WHAT TO WORK ON:
For the records below, give the number of lines that include the string "page". Nothing else belongs in the answer.
+++
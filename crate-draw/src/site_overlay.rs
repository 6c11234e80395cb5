//! What the page lays over a site's layout: the natural flow on the bare ground as short lines
//! (`ground_flow_lines`), each cell's toward the neighbour its water runs to, in four classes of
//! the area draining through the cell so that the ground's own flow paths stand out.

use ramulus_core::site::{GroundFlow, NO_DOWNHILL};

/// Share of the way from a cell's centre to its downhill neighbour's that its line covers, so
/// that lines of a path read as dashes in the flow direction (common practice, no source).
const LINE_SHARE: f64 = 0.7;

/// Cells draining through a cell at which its line goes up a class: 4, 16 and 64 cells (each
/// class four times the last, so classes step evenly in the logarithm of the area).
const CLASS_CELLS: [f64; 3] = [4.0, 16.0, 64.0];

/// `x0, y0, x1, y1, class` for every cell whose water runs to another cell of the site, in the
/// network's frame (physical units, y down the page, cell centres at `(i + 0.5) cell_size`):
/// from the cell's centre toward its downhill neighbour's, `LINE_SHARE` of the way; `class` 0
/// to 3 by the area draining through the cell (`CLASS_CELLS`). Cells whose water stays (low
/// spots, outlets) or leaves over the site's edge have no line.
pub fn ground_flow_lines(flow: &GroundFlow, cell_size: f64) -> Vec<f32> {
    let cell_area = cell_size * cell_size;
    let mut lines = Vec::new();
    for (cell, &next) in flow.downhill.iter().enumerate() {
        if next == NO_DOWNHILL || flow.width == 0 {
            continue;
        }
        let centre = |index: usize| {
            [
                ((index % flow.width) as f64 + 0.5) * cell_size,
                ((index / flow.width) as f64 + 0.5) * cell_size,
            ]
        };
        let (from, to) = (centre(cell), centre(next as usize));
        let cells = flow.area.get(cell).copied().unwrap_or(0.0) / cell_area;
        let class = CLASS_CELLS.iter().filter(|&&limit| cells >= limit).count();
        lines.extend([
            from[0] as f32,
            from[1] as f32,
            (from[0] + LINE_SHARE * (to[0] - from[0])) as f32,
            (from[1] + LINE_SHARE * (to[1] - from[1])) as f32,
            class as f32,
        ]);
    }
    lines
}

#[cfg(test)]
mod tests {
    use super::*;

    // A 3 x 1 strip draining east into an outlet at its end, counted by hand: cell 0 drains
    // 1 cell, cell 1 drains 2; the outlet passes nothing on.
    #[test]
    fn a_strip_draws_a_line_per_cell_that_passes_water_on() {
        let flow = GroundFlow {
            width: 3,
            height: 1,
            downhill: vec![1, 2, NO_DOWNHILL],
            area: vec![4.0, 8.0, 12.0],
            outlet_areas: vec![12.0],
            off_site_area: 0.0,
            low_spots: Vec::new(),
            allowed_area: 12.0,
        };
        let lines = ground_flow_lines(&flow, 2.0);
        assert_eq!(lines.len(), 10);
        // From (1, 1) toward (3, 1), 0.7 of the 2 m: to (2.4, 1).
        assert_eq!(&lines[..5], &[1.0, 1.0, 2.4, 1.0, 0.0]);
        assert_eq!(lines[9], 0.0);
    }
}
+++
ANSWER SECTION:
2